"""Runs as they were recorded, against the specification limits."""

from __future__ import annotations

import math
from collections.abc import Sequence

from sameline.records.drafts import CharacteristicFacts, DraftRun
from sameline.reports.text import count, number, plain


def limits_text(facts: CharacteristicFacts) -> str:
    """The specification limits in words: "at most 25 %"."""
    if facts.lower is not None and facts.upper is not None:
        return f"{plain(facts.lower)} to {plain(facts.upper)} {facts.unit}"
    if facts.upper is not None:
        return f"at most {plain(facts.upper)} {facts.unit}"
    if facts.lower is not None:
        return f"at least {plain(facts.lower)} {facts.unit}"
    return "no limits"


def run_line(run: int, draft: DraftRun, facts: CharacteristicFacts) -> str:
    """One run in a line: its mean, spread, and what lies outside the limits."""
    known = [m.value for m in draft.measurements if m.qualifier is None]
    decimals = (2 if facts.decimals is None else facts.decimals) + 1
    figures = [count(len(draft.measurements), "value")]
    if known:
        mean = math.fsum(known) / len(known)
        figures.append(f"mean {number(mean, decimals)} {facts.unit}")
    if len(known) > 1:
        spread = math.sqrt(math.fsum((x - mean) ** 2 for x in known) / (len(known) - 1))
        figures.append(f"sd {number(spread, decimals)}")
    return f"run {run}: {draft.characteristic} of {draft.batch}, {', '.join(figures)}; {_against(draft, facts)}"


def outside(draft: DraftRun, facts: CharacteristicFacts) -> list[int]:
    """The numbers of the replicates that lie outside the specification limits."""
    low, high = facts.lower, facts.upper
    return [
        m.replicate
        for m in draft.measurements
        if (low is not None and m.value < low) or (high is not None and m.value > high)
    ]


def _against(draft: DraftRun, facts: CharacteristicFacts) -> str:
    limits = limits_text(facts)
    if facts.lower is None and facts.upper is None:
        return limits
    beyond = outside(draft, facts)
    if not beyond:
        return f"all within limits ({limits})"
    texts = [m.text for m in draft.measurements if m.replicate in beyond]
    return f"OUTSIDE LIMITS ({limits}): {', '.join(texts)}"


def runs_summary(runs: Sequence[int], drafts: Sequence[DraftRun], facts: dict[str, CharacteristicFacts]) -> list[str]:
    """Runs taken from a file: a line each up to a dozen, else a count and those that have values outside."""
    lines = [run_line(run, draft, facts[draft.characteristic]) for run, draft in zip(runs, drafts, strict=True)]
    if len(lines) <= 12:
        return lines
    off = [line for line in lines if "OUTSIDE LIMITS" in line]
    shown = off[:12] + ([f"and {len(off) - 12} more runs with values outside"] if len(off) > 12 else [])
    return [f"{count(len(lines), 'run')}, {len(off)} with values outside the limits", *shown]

- **HOW TO COMPLETE THIS TASK**: The data above should be reproduced in full and exactly.

- **EXPECTED ANSWER**:
"""Runs as they were recorded, against the specification limits."""

from __future__ import annotations

import math
from collections.abc import Sequence

from sameline.records.drafts import CharacteristicFacts, DraftRun
from sameline.reports.text import count, number, plain


def limits_text(facts: CharacteristicFacts) -> str:
    """The specification limits in words: "at most 25 %"."""
    if facts.lower is not None and facts.upper is not None:
        return f"{plain(facts.lower)} to {plain(facts.upper)} {facts.unit}"
    if facts.upper is not None:
        return f"at most {plain(facts.upper)} {facts.unit}"
    if facts.lower is not None:
        return f"at least {plain(facts.lower)} {facts.unit}"
    return "no limits"


def run_line(run: int, draft: DraftRun, facts: CharacteristicFacts) -> str:
    """One run in a line: its mean, spread, and what lies outside the limits."""
    known = [m.value for m in draft.measurements if m.qualifier is None]
    decimals = (2 if facts.decimals is None else facts.decimals) + 1
    figures = [count(len(draft.measurements), "value")]
    if known:
        mean = math.fsum(known) / len(known)
        figures.append(f"mean {number(mean, decimals)} {facts.unit}")
    if len(known) > 1:
        spread = math.sqrt(math.fsum((x - mean) ** 2 for x in known) / (len(known) - 1))
        figures.append(f"sd {number(spread, decimals)}")
    return f"run {run}: {draft.characteristic} of {draft.batch}, {', '.join(figures)}; {_against(draft, facts)}"


def outside(draft: DraftRun, facts: CharacteristicFacts) -> list[int]:
    """The numbers of the replicates that lie outside the specification limits."""
    low, high = facts.lower, facts.upper
    return [
        m.replicate
        for m in draft.measurements
        if (low is not None and m.value < low) or (high is not None and m.value > high)
    ]


def _against(draft: DraftRun, facts: CharacteristicFacts) -> str:
    limits = limits_text(facts)
    if facts.lower is None and facts.upper is None:
        return limits
    beyond = outside(draft, facts)
    if not beyond:
        return f"all within limits ({limits})"
    texts = [m.text for m in draft.measurements if m.replicate in beyond]
    return f"OUTSIDE LIMITS ({limits}): {', '.join(texts)}"


def runs_summary(runs: Sequence[int], drafts: Sequence[DraftRun], facts: dict[str, CharacteristicFacts]) -> list[str]:
    """Runs taken from a file: a line each up to a dozen, else a count and those that have values outside."""
    lines = [run_line(run, draft, facts[draft.characteristic]) for run, draft in zip(runs, drafts, strict=True)]
    if len(lines) <= 12:
        return lines
    off = [line for line in lines if "OUTSIDE LIMITS" in line]
    shown = off[:12] + ([f"and {len(off) - 12} more runs with values outside"] if len(off) > 12 else [])
    return [f"{count(len(lines), 'run')}, {len(off)} with values outside the limits", *shown]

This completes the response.